Task directions: Produce the listing below again, exactly as shown.
--------------------------------
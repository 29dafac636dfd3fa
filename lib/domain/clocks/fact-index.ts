import { effectiveFacts, type Fact } from '@/lib/domain/clocks/facts'
import { whyUnsound } from '@/lib/domain/clocks/fact-soundness'
import type { ProcedureBody } from '@/lib/domain/clocks/procedure'
import { marksOf, stopsOf, withdrawalOf, type Stop } from '@/lib/domain/clocks/stops'
import { localOf } from '@/lib/domain/clocks/zoned'

/** The facts in force, found by what a step asks for. */
export interface FactIndex {
  facts: Fact[]
  /** What closed a step: its event, or that it was taken over as done. */
  event(step: string, instance: number): Fact | undefined
  /** That a step was running when the application was taken over. */
  running(step: string, instance: number): Fact | undefined
  obligationFacts(step: string, instance: number, obligation: string): Fact[]
  booked(step: string, instance: number): Fact | undefined
  stated(step: string, instance: number): Fact | undefined
  extensions(step: string, instance: number): Fact[]
  waived(step: string, instance: number, obligation?: string): Fact | undefined
  /** The highest round of a step with an event; 0 without one. */
  lastRound(step: string): number
  stops(step: string): Stop[]
  withdrawn: Fact | undefined
  stranded: { factId: string; reason: string }[]
}

const slotOf = (kind: string, step = '', instance = 1, obligation = '') =>
  `${kind}:${step}#${instance}#${obligation}`

/**
 * Sorts the facts in force by what they say; a fact that fits no step is stranded, not lost.
 *
 * `zoneOf` gives the zone in which an instant about a step becomes a date.
 */
export function indexFacts(
  body: ProcedureBody,
  all: readonly Fact[],
  zoneOf: (step: string | undefined) => string,
): FactIndex {
  const stranded = strandedLinks(all)
  const facts: Fact[] = []
  const slots = new Map<string, Fact[]>()
  for (const stored of effectiveFacts(all)) {
    const reason = whyUnsound(stored, body)
    if (reason !== null) {
      stranded.push({ factId: stored.id, reason })
      continue
    }
    const fact = withDates(stored, zoneOf)
    facts.push(fact)
    const slot = slotOf(fact.kind, fact.step, fact.instance, fact.obligation)
    const list = slots.get(slot)
    if (list) list.push(fact)
    else slots.set(slot, [fact])
  }
  strandRepeats(slots, stranded)
  const marks = marksOf(facts)
  const stops = new Map<string, Stop[]>()
  return {
    facts,
    ...lookups(slots, facts),
    stops(step) {
      const known = stops.get(step) ?? stopsOf(marks, step)
      stops.set(step, known)
      return known
    },
    withdrawn: withdrawalOf(marks),
    stranded,
  }
}

function lookups(
  slots: ReadonlyMap<string, Fact[]>,
  facts: readonly Fact[],
): Omit<FactIndex, 'facts' | 'stops' | 'withdrawn' | 'stranded'> {
  const kinds = new Set<string>(facts.map((fact) => fact.kind))
  const find = (kind: string, step: string, instance: number, obligation?: string) =>
    (kinds.has(kind) && slots.get(slotOf(kind, step, instance, obligation))) || []
  const takenOver = (step: string, instance: number) => find('taken_over', step, instance).at(-1)
  const doneBefore = (step: string, instance: number) => {
    const fact = takenOver(step, instance)
    return fact?.body.sinceOn ? undefined : fact
  }
  const event = (step: string, instance: number) =>
    find('happened', step, instance)[0] ?? doneBefore(step, instance)
  return {
    event,
    running(step, instance) {
      const fact = takenOver(step, instance)
      return fact?.body.sinceOn ? fact : undefined
    },
    obligationFacts: (step, instance, obligation) => [
      ...find('taken_over', step, instance, obligation),
      ...find('happened', step, instance, obligation),
    ],
    booked: (step, instance) => find('scheduled', step, instance).at(-1),
    stated: (step, instance) => find('stated', step, instance).at(-1),
    extensions: (step, instance) => find('extension', step, instance),
    waived: (step, instance, obligation) => find('waived', step, instance, obligation).at(-1),
    lastRound(step) {
      const rounds = facts.filter((fact) => fact.step === step).map((fact) => fact.instance)
      return Math.max(0, ...rounds.filter((round) => event(step, round)))
    },
  }
}

/** An instant without a date gets the date it has where the step is received. */
function withDates(fact: Fact, zoneOf: (step: string | undefined) => string): Fact {
  const dateOf = (at: string | undefined) => at && localOf(at, zoneOf(fact.step)).on
  const sentOn = fact.sentOn ?? dateOf(fact.sentAt)
  const receivedOn = fact.receivedOn ?? dateOf(fact.receivedAt)
  if (sentOn === fact.sentOn && receivedOn === fact.receivedOn) return fact
  return { ...fact, ...(sentOn && { sentOn }), ...(receivedOn && { receivedOn }) }
}

/** Corrections and retractions that point at no fact here. */
function strandedLinks(all: readonly Fact[]): FactIndex['stranded'] {
  const ids = new Set(all.map((fact) => fact.id))
  return all
    .filter((fact) => fact.kind === 'correction' || fact.kind === 'retraction')
    .filter((fact) => fact.replacesId === undefined || !ids.has(fact.replacesId))
    .sort((a, b) => a.seq - b.seq)
    .map((fact) => ({ factId: fact.id, reason: 'It corrects a fact that is not here.' }))
}

function strandRepeats(slots: ReadonlyMap<string, Fact[]>, stranded: FactIndex['stranded']): void {
  for (const [slot, list] of slots) {
    if (!slot.startsWith('happened:') || !slot.endsWith('#')) continue
    for (const fact of list.slice(1))
      stranded.push({ factId: fact.id, reason: 'The same event stands recorded already.' })
  }
}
--------------------------------
Solution for this exercise:
repository 29dafac636dfd3fa
filename lib/domain/clocks/fact-index.ts
import { effectiveFacts, type Fact } from '@/lib/domain/clocks/facts'
import { whyUnsound } from '@/lib/domain/clocks/fact-soundness'
import type { ProcedureBody } from '@/lib/domain/clocks/procedure'
import { marksOf, stopsOf, withdrawalOf, type Stop } from '@/lib/domain/clocks/stops'
import { localOf } from '@/lib/domain/clocks/zoned'

/** The facts in force, found by what a step asks for. */
export interface FactIndex {
  facts: Fact[]
  /** What closed a step: its event, or that it was taken over as done. */
  event(step: string, instance: number): Fact | undefined
  /** That a step was running when the application was taken over. */
  running(step: string, instance: number): Fact | undefined
  obligationFacts(step: string, instance: number, obligation: string): Fact[]
  booked(step: string, instance: number): Fact | undefined
  stated(step: string, instance: number): Fact | undefined
  extensions(step: string, instance: number): Fact[]
  waived(step: string, instance: number, obligation?: string): Fact | undefined
  /** The highest round of a step with an event; 0 without one. */
  lastRound(step: string): number
  stops(step: string): Stop[]
  withdrawn: Fact | undefined
  stranded: { factId: string; reason: string }[]
}

const slotOf = (kind: string, step = '', instance = 1, obligation = '') =>
  `${kind}:${step}#${instance}#${obligation}`

/**
 * Sorts the facts in force by what they say; a fact that fits no step is stranded, not lost.
 *
 * `zoneOf` gives the zone in which an instant about a step becomes a date.
 */
export function indexFacts(
  body: ProcedureBody,
  all: readonly Fact[],
  zoneOf: (step: string | undefined) => string,
): FactIndex {
  const stranded = strandedLinks(all)
  const facts: Fact[] = []
  const slots = new Map<string, Fact[]>()
  for (const stored of effectiveFacts(all)) {
    const reason = whyUnsound(stored, body)
    if (reason !== null) {
      stranded.push({ factId: stored.id, reason })
      continue
    }
    const fact = withDates(stored, zoneOf)
    facts.push(fact)
    const slot = slotOf(fact.kind, fact.step, fact.instance, fact.obligation)
    const list = slots.get(slot)
    if (list) list.push(fact)
    else slots.set(slot, [fact])
  }
  strandRepeats(slots, stranded)
  const marks = marksOf(facts)
  const stops = new Map<string, Stop[]>()
  return {
    facts,
    ...lookups(slots, facts),
    stops(step) {
      const known = stops.get(step) ?? stopsOf(marks, step)
      stops.set(step, known)
      return known
    },
    withdrawn: withdrawalOf(marks),
    stranded,
  }
}

function lookups(
  slots: ReadonlyMap<string, Fact[]>,
  facts: readonly Fact[],
): Omit<FactIndex, 'facts' | 'stops' | 'withdrawn' | 'stranded'> {
  const kinds = new Set<string>(facts.map((fact) => fact.kind))
  const find = (kind: string, step: string, instance: number, obligation?: string) =>
    (kinds.has(kind) && slots.get(slotOf(kind, step, instance, obligation))) || []
  const takenOver = (step: string, instance: number) => find('taken_over', step, instance).at(-1)
  const doneBefore = (step: string, instance: number) => {
    const fact = takenOver(step, instance)
    return fact?.body.sinceOn ? undefined : fact
  }
  const event = (step: string, instance: number) =>
    find('happened', step, instance)[0] ?? doneBefore(step, instance)
  return {
    event,
    running(step, instance) {
      const fact = takenOver(step, instance)
      return fact?.body.sinceOn ? fact : undefined
    },
    obligationFacts: (step, instance, obligation) => [
      ...find('taken_over', step, instance, obligation),
      ...find('happened', step, instance, obligation),
    ],
    booked: (step, instance) => find('scheduled', step, instance).at(-1),
    stated: (step, instance) => find('stated', step, instance).at(-1),
    extensions: (step, instance) => find('extension', step, instance),
    waived: (step, instance, obligation) => find('waived', step, instance, obligation).at(-1),
    lastRound(step) {
      const rounds = facts.filter((fact) => fact.step === step).map((fact) => fact.instance)
      return Math.max(0, ...rounds.filter((round) => event(step, round)))
    },
  }
}

/** An instant without a date gets the date it has where the step is received. */
function withDates(fact: Fact, zoneOf: (step: string | undefined) => string): Fact {
  const dateOf = (at: string | undefined) => at && localOf(at, zoneOf(fact.step)).on
  const sentOn = fact.sentOn ?? dateOf(fact.sentAt)
  const receivedOn = fact.receivedOn ?? dateOf(fact.receivedAt)
  if (sentOn === fact.sentOn && receivedOn === fact.receivedOn) return fact
  return { ...fact, ...(sentOn && { sentOn }), ...(receivedOn && { receivedOn }) }
}

/** Corrections and retractions that point at no fact here. */
function strandedLinks(all: readonly Fact[]): FactIndex['stranded'] {
  const ids = new Set(all.map((fact) => fact.id))
  return all
    .filter((fact) => fact.kind === 'correction' || fact.kind === 'retraction')
    .filter((fact) => fact.replacesId === undefined || !ids.has(fact.replacesId))
    .sort((a, b) => a.seq - b.seq)
    .map((fact) => ({ factId: fact.id, reason: 'It corrects a fact that is not here.' }))
}

function strandRepeats(slots: ReadonlyMap<string, Fact[]>, stranded: FactIndex['stranded']): void {
  for (const [slot, list] of slots) {
    if (!slot.startsWith('happened:') || !slot.endsWith('#')) continue
    for (const fact of list.slice(1))
      stranded.push({ factId: fact.id, reason: 'The same event stands recorded already.' })
  }
}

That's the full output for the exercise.